THE ROLE OF RAP IN VIOLENCE

Music in America began to reflect the values of the new thrust in conservative politics and the decline of the radical civil rights and black power quality of politics. This second wave lasted until the end of the decade of the 1970s. No one can deny the role of rap music in violence and other forms of social disruptions in America today, or its radical roots in the early decade of the 1980s. So what happened in the decade of the 1970s?

In Jamaica, the music in the late 1950s, influenced heavily by black music from America, and the emergence of ska in the early 1960s as a celebratory music, made a hasty retreat for the coming rock steady and reggae. The period of the late 1950s and early 1960s was characterised by a new national spirit that nurtured the rise of ska, and the radical and progressive politics of the 1970s contributed to an environment that was rich in quality, like a second Emancipation. The 1970s, characterised by revolutions and liberation movements in the Third World and that radical and progressive political leadership, were a major feature in that era of change. It was in this rich social, cultural and political environment that gave rise to and nurtured reggae music.

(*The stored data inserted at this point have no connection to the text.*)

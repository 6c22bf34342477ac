/* SPDX-License-Identifier: GPL-3.0-or-later */
#define _DEFAULT_SOURCE /* gmtime_r */

#include "cli/command.h"

#include "base/error.h"
#include "base/file.h"
#include "base/json.h"
#include "base/memory.h"
#include "faults/fault.h"
#include "job/job_edit.h"
#include "job/sheet_grid.h"

#include <cjson/cJSON.h>
#include <stdlib.h>
#include <string.h>
#include <time.h>

/* What the words of the command line ask for. */
struct request {
    struct job_change *changes;
    size_t n_changes;
    char **texts; /* everything the changes point at, to be freed */
    const char **values;
    size_t n_texts, n_values;
    enum change_how how;
};

/* Words that say what the words behind them are; set-ups' names are such words too. */
enum mode { MODE_NONE, MODE_SETUP, MODE_OPENED, MODE_CHECKED, MODE_FOUND, MODE_ALSO };

struct words {
    const struct invocation *invocation;
    struct request *request;
    enum mode mode;
    size_t setup;
    cJSON *found, *also; /* being put together; also is inside found */
};

static char *keep(struct request *request, char *text)
{
    if (text != NULL)
        request->texts[request->n_texts++] = text;
    return text;
}

static struct job_change *add_change(struct request *request, enum change_what what)
{
    struct job_change *change = &request->changes[request->n_changes++];
    *change = (struct job_change){.how = request->how, .what = what};
    return change;
}

/* --- readings --- */

/* A reading as typed, as a JSON text; NULL: it is none, or memory is short. Both decimal marks
 * serve: there is no separator here that a comma could be. */
static char *read_value(const char *word)
{
    char json[64];
    if (sheet_is_over_range(word))
        return text_duplicate("\"open\"");
    if (!sheet_number(word, '.', json, sizeof json) && !sheet_number(word, ',', json, sizeof json))
        return NULL;
    return text_duplicate(json);
}

/* "P3=0.41", "P3=0.41/0.42"; to remove: "P3". */
static enum rf_status read_reading(struct words *words, const char *word, struct rf_error *error)
{
    struct request *request = words->request;
    const char *equals = strrchr(word, '=');
    bool removes = request->how == CHANGE_REMOVE;
    if (!removes && (equals == NULL || equals == word))
        return fail(error, RF_USAGE, "record: found %s; needs PLACE=READING, such as P3=0.41",
                    word);
    struct job_change *change = add_change(request, CHANGE_READING);
    struct text place = {0}, value = {0};
    change->setup = words->setup;
    text_append(&place, word, removes ? strlen(word) : (size_t)(equals - word));
    change->place = place.failed ? NULL : keep(request, place.bytes);
    if (change->place == NULL)
        return fail_memory(error);
    if (removes)
        return RF_OK;

    change->values = request->values + request->n_values;
    for (const char *at = equals + 1; sheet_next_word(&at, &value);) {
        char *json = value.failed ? NULL : keep(request, read_value(value.bytes));
        if (json == NULL) {
            enum rf_status status =
                fail(error, RF_USAGE,
                     "record: %s %s: found \"%.40s\"; needs ohms from 0 to 99.9, or OL for over "
                     "range",
                     setups[words->setup].name, word, value.failed ? "" : value.bytes);
            text_finish(&value);
            return status;
        }
        request->values[request->n_values++] = json;
        change->n_values++;
    }
    text_finish(&value);
    return change->n_values > 0
               ? RF_OK
               : fail(error, RF_USAGE, "record: %s: found nothing behind =; needs a reading", word);
}

/* --- findings --- */

static bool add_list(cJSON *into, const char *key, const char *list)
{
    cJSON *made = cJSON_AddArrayToObject(into, key);
    bool good = made != NULL;
    for (const char *at = list; good; at++) {
        size_t length = strcspn(at, ",");
        struct text id = {0};
        text_append(&id, at, length);
        cJSON *string = id.failed ? NULL : cJSON_CreateString(id.bytes);
        good = string != NULL && cJSON_AddItemToArray(made, string);
        text_finish(&id);
        at += length;
        if (*at == '\0')
            break;
    }
    return good;
}

/* "joint", "run=P1,P2", "conductor=N", "open". */
static enum rf_status read_field(cJSON *into, const char *word, struct rf_error *error)
{
    const char *equals = strchr(word, '=');
    char key[32];
    size_t length = equals != NULL ? (size_t)(equals - word) : 0;
    bool good;
    if (into->child == NULL) {
        if (word[0] == '\0' || equals != NULL)
            return fail(error, RF_USAGE, "record: found %s; needs the family of what was found, "
                        "such as joint",
                        word);
        return cJSON_AddStringToObject(into, "family", word) != NULL ? RF_OK : fail_memory(error);
    }
    if (strcmp(word, "open") == 0)
        return cJSON_AddTrueToObject(into, "open") != NULL ? RF_OK : fail_memory(error);
    if (equals == NULL || length == 0 || length >= sizeof key)
        return fail(error, RF_USAGE, "record: found %s; needs FIELD=VALUE, such as conductor=N",
                    word);
    memcpy(key, word, length);
    key[length] = '\0';
    if (cJSON_GetObjectItemCaseSensitive(into, key) != NULL)
        return fail(error, RF_USAGE, "record: found %s twice; needs it once", key);
    if (strcmp(key, "run") == 0 || strcmp(key, "between") == 0 || strcmp(key, "points") == 0)
        good = add_list(into, key, equals + 1);
    else if (strcmp(key, "live_mm2") == 0 || strcmp(key, "cpc_mm2") == 0 ||
             strcmp(key, "ohms") == 0 || strcmp(key, "metres") == 0) {
        char json[64];
        if (!sheet_number(equals + 1, '.', json, sizeof json) &&
            !sheet_number(equals + 1, ',', json, sizeof json))
            return fail(error, RF_USAGE, "record: found %s; needs a number", word);
        good = cJSON_AddRawToObject(into, key, json) != NULL;
    } else {
        good = cJSON_AddStringToObject(into, key, equals + 1) != NULL;
    }
    return good ? RF_OK : fail_memory(error);
}

/* A whole finding as JSON, {"family": …}. */
static enum rf_status read_whole(cJSON **into, const char *word, struct rf_error *error)
{
    cJSON *made;
    enum rf_status status =
        json_parse(word, strlen(word), "record: found", JSON_ONE_LINE, &made, error);
    if (status == RF_OK) {
        cJSON_Delete(*into);
        *into = made;
    }
    return status;
}

static enum rf_status finish_found(struct words *words, struct rf_error *error)
{
    struct request *request = words->request;
    if (words->found == NULL)
        return RF_OK;
    if (words->found->child == NULL)
        return fail(error, RF_USAGE, "record: needs the family of what was found, such as joint");
    if (words->also != NULL) {
        if (!cJSON_AddItemToObject(words->found, "also", words->also))
            return fail_memory(error);
        words->also = NULL;
    }
    char *json = cJSON_PrintUnformatted(words->found);
    char *copy = json != NULL ? keep(request, text_duplicate(json)) : NULL;
    cJSON_free(json);
    if (copy == NULL)
        return fail_memory(error);
    add_change(request, CHANGE_FOUND)->found = copy;
    return RF_OK;
}

/* --- the words --- */

/* Whether the word changes what those behind it mean. */
static enum rf_status take_mode(struct words *words, const char *word, bool *taken,
                                struct rf_error *error)
{
    size_t setup = setup_find(word);
    *taken = true;
    if (setup < N_SETUPS) {
        words->mode = MODE_SETUP;
        words->setup = setup;
    } else if (strcmp(word, "opened") == 0) {
        words->mode = MODE_OPENED;
    } else if (strcmp(word, "checked") == 0) {
        words->mode = MODE_CHECKED;
    } else if (strcmp(word, "found") == 0) {
        words->mode = MODE_FOUND;
        if (words->request->how == CHANGE_REMOVE) {
            add_change(words->request, CHANGE_FOUND);
        } else if (words->found == NULL) {
            words->found = cJSON_CreateObject();
            return words->found != NULL ? RF_OK : fail_memory(error);
        }
    } else if (strcmp(word, "also") == 0 && words->found != NULL && words->also == NULL) {
        words->mode = MODE_ALSO;
        words->also = cJSON_CreateObject();
        return words->also != NULL ? RF_OK : fail_memory(error);
    } else {
        *taken = false;
    }
    return RF_OK;
}

static enum rf_status refuse_first(const char *word, struct rf_error *error)
{
    const char *names[N_SETUPS + 3] = {"opened", "checked", "found"};
    for (size_t i = 0; i < N_SETUPS; i++)
        names[i + 3] = setups[i].name;
    const char *nearest = text_nearest(word, names, N_SETUPS + 3);
    if (nearest != NULL)
        return fail(error, RF_USAGE, "record: found %s; did you mean %s?", word, nearest);
    return fail(error, RF_USAGE, "record: found %s; needs a set-up (such as cross_ln), opened, "
                "checked or found first",
                word);
}

static enum rf_status take_word(struct words *words, const char *word, struct rf_error *error)
{
    bool taken;
    enum rf_status status = take_mode(words, word, &taken, error);
    if (status != RF_OK || taken)
        return status;
    switch (words->mode) {
    case MODE_NONE: return refuse_first(word, error);
    case MODE_SETUP: return read_reading(words, word, error);
    case MODE_FOUND:
    case MODE_ALSO: {
        cJSON **into = words->mode == MODE_FOUND ? &words->found : &words->also;
        if (*into == NULL)
            return fail(error, RF_USAGE, "record: found %s; needs nothing behind found", word);
        return word[0] == '{' ? read_whole(into, word, error) : read_field(*into, word, error);
    }
    case MODE_OPENED:
    case MODE_CHECKED: break;
    }
    struct job_change *change = add_change(
        words->request, words->mode == MODE_OPENED ? CHANGE_OPENED : CHANGE_CHECKED);
    change->place = word;
    return RF_OK;
}

static enum rf_status read_request(const struct invocation *invocation, struct request *request,
                                   struct rf_error *error)
{
    size_t n = invocation->n_operands, letters = 0;
    for (size_t i = 0; i < n; i++)
        letters += strlen(invocation->operands[i]);
    request->changes = NEW_ARRAY(struct job_change, n);
    request->texts = NEW_ARRAY(char *, n + letters);
    request->values = NEW_ARRAY(const char *, letters);
    if (request->changes == NULL || request->texts == NULL || request->values == NULL)
        return fail_memory(error);
    struct words words = {.invocation = invocation, .request = request};
    enum rf_status status = RF_OK;
    for (size_t i = 1; i < n && status == RF_OK; i++)
        status = take_word(&words, invocation->operands[i], error);
    if (status == RF_OK)
        status = finish_found(&words, error);
    if (status == RF_OK && request->n_changes == 0)
        status = fail(error, RF_USAGE, "record: nothing to record; needs readings, places or a "
                      "finding");
    cJSON_Delete(words.found);
    cJSON_Delete(words.also);
    return status;
}

static void finish_request(struct request *request)
{
    for (size_t i = 0; i < request->n_texts; i++)
        free(request->texts[i]);
    free(request->texts);
    free(request->values);
    free(request->changes);
}

/* --- the command --- */

/* What was found must be a fault this ring can have. */
static enum rf_status check_found(const struct invocation *invocation, const struct rf_job *job,
                                  struct rf_error *error)
{
    struct rf_models *models = NULL;
    struct hypothesis found;
    if (!rf_job_has_found(job))
        return RF_OK;
    enum rf_status status = rf_models_load(option_value(invocation, "models"), RF_RATES_CONSULTED,
                                           &models, error);
    if (status == RF_OK)
        status = hypothesis_from_found(job, models, &found, error);
    rf_models_destroy(models);
    return status;
}

static enum rf_status record(const struct invocation *invocation, const struct request *request,
                             struct rf_error *error)
{
    const char *path = invocation->operands[0];
    struct file_hold *hold = NULL;
    struct rf_job *job = NULL;
    struct text bytes = {0};
    char now[32];
    time_t seconds = time(NULL);
    struct tm utc;
    if (gmtime_r(&seconds, &utc) == NULL || strftime(now, sizeof now, "%Y-%m-%dT%H:%M:%SZ", &utc) == 0)
        now[0] = '\0';

    enum rf_status status = file_hold(path, JOB_MAX_BYTES, &hold, &bytes, error);
    if (status == RF_OK)
        status = job_edit(&bytes, path, request->changes, request->n_changes, now, &job, error);
    if (status == RF_OK)
        status = check_found(invocation, job, error);
    if (status == RF_OK)
        status = file_replace(hold, &bytes, error);
    rf_job_destroy(job);
    text_finish(&bytes);
    file_release(hold);
    return status;
}

static enum rf_class run(const struct invocation *invocation)
{
    struct rf_error error;
    struct request request = {0};
    bool corrects = option_value(invocation, "correct") != NULL;
    bool removes = option_value(invocation, "remove") != NULL;
    if (corrects && removes)
        return complain_usage(invocation->command, "needs one of --correct and --remove");
    request.how = corrects ? CHANGE_CORRECT : removes ? CHANGE_REMOVE : CHANGE_ADD;
    enum rf_status status = read_request(invocation, &request, &error);
    if (status == RF_OK)
        status = record(invocation, &request, &error);
    finish_request(&request);
    return status == RF_OK ? RF_CLASS_DONE : complain_of(&error);
}

const struct command command_record = {
    .name = "record",
    .summary = "add readings, places looked at or a finding to a job's file",
    .operands = "JOB WORD…",
    .about =
        "Writes into JOB, a JSON file of one job or a sheet. A set-up's name comes first, then "
        "PLACE=READING for each reading (cross_ln P3=0.41 P4=OL board=0.39; P3=0.41/0.42 for "
        "repeats). A reading where there is one already is a repeat of it. opened and checked "
        "come before places that were taken off, or whose face was seen to, with nothing wrong. "
        "found comes before what it really was: joint run=P1,P2 conductor=N, contact at=P4 "
        "conductor=L open, none, or a JSON object; also comes before the second of two.\n\n"
        "What is corrected, removed or replaced is kept in the file under x_history. All else in "
        "it stays as it is, byte for byte. The file is replaced whole or not at all, and a second "
        "writer at the same time is refused.",
    .n_options = 3,
    .options = {{"correct", NULL, "put the readings in the place of those that are there"},
                {"remove", NULL, "take away the readings, marks or finding named (PLACE alone)"},
                {"models", "DIR", "take the models from DIR instead of those compiled in"}},
    .least = 2,
    .most = SEVERAL,
    .needs = "a job file and what to record",
    .run = run,
};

What happened after the decade of the 1970s? That period saw the resurgence of the West, new forms of capitalism and marketisation of society. There was a new form of raw individualism, ‘what is in it for me’, grounded in this concept of self-esteem. Mass culture and new forms of technology displaced the traditional forms of socialisation. The proliferation and imposition of the values of the West to traditional societies, along with the ills of globalisation, have destroyed the families and much about traditional ways of living. The society becomes transactional, destroying the very fabric of community.

Sadly, these values from the North are associated at a very high level of every imaginative crime. Man has tampered with traditional institutions and societies, leaving us with dystopias. The music is a reflection of the politics, and also the way in which this society is organised.